PROCESS FOR SELECTIVE REFINING OF THE DI-HYDROL POLYMER BY TEMPERATURE AND PRESSURE CONDITIONS BELOW THE CRITICAL POINT OF WATER

Description

1. Problem identification

The permanent and daily conversion of drinkable water into contaminated water is significantly greater than the existing refining capacity of industrial and natural water treatment systems to convert it back for re-use. The consequences are a daily accumulation of irreversibly polluted water and also a permanent loss of usable water.

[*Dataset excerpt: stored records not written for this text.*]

#include "learners/independence/hawkes_features.h"

#include <cmath>

#include <doctest/doctest.h>

#include "base/random_stream.h"

namespace locind::learners {
namespace {

sim::EventData TwoStreams() {
  sim::EventData d;
  d.names = {"a", "b"};
  d.times = {{1.0, 2.0, 4.5}, {2.0, 3.0, 5.0}};
  d.start = 0;
  d.end = 6;
  return d;
}

TEST_CASE("features at events are left limits of the kernel sums") {
  auto f = HawkesFeatures::Create(TwoStreams(), {1.0, 2.0}).value();
  const Eigen::MatrixXd& x = f.AtEvents(1, 0);  // a's history at b's events 2, 3, 5
  REQUIRE(x.rows() == 3);
  // At t = 2 the a-event at 2 is not yet in the past: only s = 1 counts.
  CHECK(x(0, 0) == doctest::Approx(std::exp(-1.0)));
  CHECK(x(0, 1) == doctest::Approx(2 * std::exp(-2.0)));
  CHECK(x(1, 0) == doctest::Approx(std::exp(-2.0) + std::exp(-1.0)));
  CHECK(x(2, 1) == doctest::Approx(2 * (std::exp(-8.0) + std::exp(-6.0) + std::exp(-1.0))));
  // Own past: b at 3 sees its event at 2 only.
  CHECK(f.AtEvents(1, 1)(1, 0) == doctest::Approx(std::exp(-1.0)));
  CHECK(f.AtEvents(1, 1)(0, 0) == 0.0);
}

TEST_CASE("integrals over the window are closed-form") {
  auto f = HawkesFeatures::Create(TwoStreams(), {1.0, 2.0}).value();
  const Eigen::VectorXd& i = f.Integrals(0);
  CHECK(i[0] == doctest::Approx(3 - std::exp(-5.0) - std::exp(-4.0) - std::exp(-1.5)));
  CHECK(i[1] == doctest::Approx(3 - std::exp(-10.0) - std::exp(-8.0) - std::exp(-3.0)));
}

TEST_CASE("the recursion matches direct sums on random streams") {
  base::RandomStream random(3);
  sim::EventData d;
  d.names = {"a", "b"};
  d.end = 50;
  for (int p = 0; p < 2; ++p) {
    std::vector<double> t;
    for (int k = 0; k < 200; ++k) t.push_back(50 * random.Uniform());
    std::sort(t.begin(), t.end());
    d.times.push_back(t);
  }
  auto f = HawkesFeatures::Create(d, {0.3, 1.0, 5.0}).value();
  const Eigen::MatrixXd& x = f.AtEvents(0, 1);
  double worst = 0;
  for (size_t i = 0; i < d.times[0].size(); ++i) {
    for (int k = 0; k < 3; ++k) {
      const double r = f.rates()[k];
      double direct = 0;
      for (double s : d.times[1]) {
        if (s < d.times[0][i]) direct += r * std::exp(-r * (d.times[0][i] - s));
      }
      worst = std::max(worst, std::abs(direct - x(Eigen::Index(i), k)) / (1 + direct));
    }
  }
  CHECK(worst < 1e-12);
}

TEST_CASE("the quadrature grid integrates the features to their closed form") {
  base::RandomStream random(4);
  sim::EventData d;
  d.names = {"a", "b"};
  d.end = 100;
  for (int p = 0; p < 2; ++p) {
    std::vector<double> t;
    for (int k = 0; k < 120; ++k) t.push_back(100 * random.Uniform());
    std::sort(t.begin(), t.end());
    d.times.push_back(t);
  }
  auto f = HawkesFeatures::Create(d, DefaultHawkesRates(d)).value();
  const Eigen::VectorXd by_grid = f.AtGrid(1).transpose() * f.QuadratureGrid().weights;
  const Eigen::VectorXd exact = f.Integrals(1);
  // Error bound of the rule: (r h)^6 / 2e6 <= 5e-7 relative per part.
  for (int k = 0; k < 3; ++k) CHECK(by_grid[k] == doctest::Approx(exact[k]).epsilon(1e-6));
  CHECK(f.QuadratureGrid().weights.sum() == doctest::Approx(100.0).epsilon(1e-12));
}

TEST_CASE("default rates follow the mean inter-event time") {
  sim::EventData d = TwoStreams();  // 6 events, 2 processes, duration 6: tau = 2
  const std::vector<double> r = DefaultHawkesRates(d);
  REQUIRE(r.size() == 3);
  CHECK(r[0] == doctest::Approx(0.125));
  CHECK(r[1] == doctest::Approx(0.5));
  CHECK(r[2] == doctest::Approx(2.0));
}

TEST_CASE("blocks are computed once and shared") {
  auto f = HawkesFeatures::Create(TwoStreams(), {1.0}).value();
  const Eigen::MatrixXd* first = &f.AtEvents(1, 0);
  CHECK(&f.AtEvents(1, 0) == first);
  CHECK(f.computed_blocks() == 1);
  f.ComputeAll();
  CHECK(f.computed_blocks() == 4);
}

TEST_CASE("invalid data and rates are refused") {
  sim::EventData d = TwoStreams();
  d.times[0] = {2.0, 1.0};
  CHECK(!HawkesFeatures::Create(d, {1.0}).ok());
  d = TwoStreams();
  d.times[1].push_back(7.0);  // after the window
  CHECK(!HawkesFeatures::Create(d, {1.0}).ok());
  CHECK(!HawkesFeatures::Create(TwoStreams(), {0.0}).ok());
  CHECK(!HawkesFeatures::Create(TwoStreams(), {}).ok());
}

// Two trials on their own clocks: trial 1 on [0, 5] (x at 1, 2; y at 3),
// trial 2 on [0, 4] (x at 0.5; y at 1.5, 3).
sim::EventData TwoTrials() {
  sim::EventData one, two;
  one.names = two.names = {"x", "y"};
  one.times = {{1.0, 2.0}, {3.0}};
  one.end = 5;
  two.times = {{0.5}, {1.5, 3.0}};
  two.end = 4;
  sim::EventData d;
  sim::AppendTrial(d, one);
  sim::AppendTrial(d, two);
  return d;
}

TEST_CASE("with trials the filters restart at each trial's start") {
  auto f = HawkesFeatures::Create(TwoTrials(), {1.0}).value();
  REQUIRE(f.data().trial_count() == 2);
  CHECK(f.data().duration() == 9.0);
  // Hand-computed kernel sums exp(-(t - s)) over the same trial's x events.
  const Eigen::MatrixXd& x = f.AtEvents(1, 0);
  REQUIRE(x.rows() == 3);
  CHECK(x(0, 0) == doctest::Approx(std::exp(-2.0) + std::exp(-1.0)));
  CHECK(x(1, 0) == doctest::Approx(std::exp(-1.0)));  // trial 2 sees only x at 0.5
  CHECK(x(2, 0) == doctest::Approx(std::exp(-2.5)));
  // Own past of y: its first event of trial 2 has none (y at 3 of trial 1 is another trial).
  CHECK(f.AtEvents(1, 1)(1, 0) == 0.0);
  CHECK(f.AtEvents(1, 1)(2, 0) == doctest::Approx(std::exp(-1.5)));
  // Integrals stop at each trial's end: (1 - e^-4) + (1 - e^-3) + (1 - e^-3.5).
  CHECK(f.Integrals(0)[0] == doctest::Approx(3 - std::exp(-4.0) - std::exp(-3.0) - std::exp(-3.5)));
  // The quadrature grid covers both windows (total weight 9) and its nodes
  // integrate the features exactly as the closed form does.
  CHECK(f.QuadratureGrid().weights.sum() == doctest::Approx(9.0).epsilon(1e-12));
  const double by_grid = f.AtGrid(0).col(0).dot(f.QuadratureGrid().weights);
  CHECK(by_grid == doctest::Approx(f.Integrals(0)[0]).epsilon(1e-6));
  // Stacked clock: trial 2 starts where trial 1 ends (5).
  CHECK(f.StackedTimes(1) == std::vector<double>{3.0, 6.5, 8.0});
  CHECK(f.TrialOfEvents(1) == std::vector<int>{0, 1, 1});
}

TEST_CASE("the same events on one clock carry history across the gap") {
  // Trial 2 moved to [5, 9] of one window [0, 9]: y at 6.5 now also sees x at
  // 1 and 2 of trial 1 (hand-computed), unlike the two-trial data above.
  sim::EventData d;
  d.names = {"x", "y"};
  d.times = {{1.0, 2.0, 5.5}, {3.0, 6.5, 8.0}};
  d.end = 9;
  auto f = HawkesFeatures::Create(d, {1.0}).value();
  CHECK(f.AtEvents(1, 0)(1, 0) == doctest::Approx(std::exp(-5.5) + std::exp(-4.5) + std::exp(-1.0)));
}

TEST_CASE("a trial list is checked trial by trial") {
  sim::EventData d = TwoTrials();
  CHECK(ValidateEventData(d).ok());
  d.times[1][2] = 4.5;  // beyond trial 2's end (4)
  CHECK(ValidateEventData(d).message().find("trial 2") != std::string::npos);
  d = TwoTrials();
  d.trials.pop_back();  // one trial in a trial list
  CHECK(!ValidateEventData(d).ok());
}

}  // namespace
}  // namespace locind::learners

2. Problem solution in the state of the art

The current state of available technology proposes to solve the problem

referred to above in paragraph 1 by means of a large number of technical

solutions, involving a variety of procedures and processes. These

procedures have in common their inability to totally eliminate pollutants from

the effluents, only achieving a reduction of such pollutants. The continuous

drainage of these effluents into rivers, lakes or oceans causes an

accumulation of residual pollutants and thus does not solve the problem

referred to above in paragraph 1.

The biological or chemical oxidation of organic materials can be obtained by

the use of oxidation reagents. The use of these reagents is not very

advantageous as they are costly and can themselves produce pollutant

RECORD COPY byproducts, which, in turn, require appropriate treatment.

The aforementioned biological processes executed below the critical

temperature of water, although commonly used, are not efficient enough and

cannot achieve complete oxidation, as well as developing undesirable

byproducts. Moreover, biological agents cannot be used to oxidize organic

products that are toxic or difficult to oxidize.

The wet air oxidation process, executed at temperatures below the critical

temperature of water, which has been used to oxidize many organic

products, has not, however, been able to achieve complete oxidation and

produces byproducts that are detrimental to the oxidation process.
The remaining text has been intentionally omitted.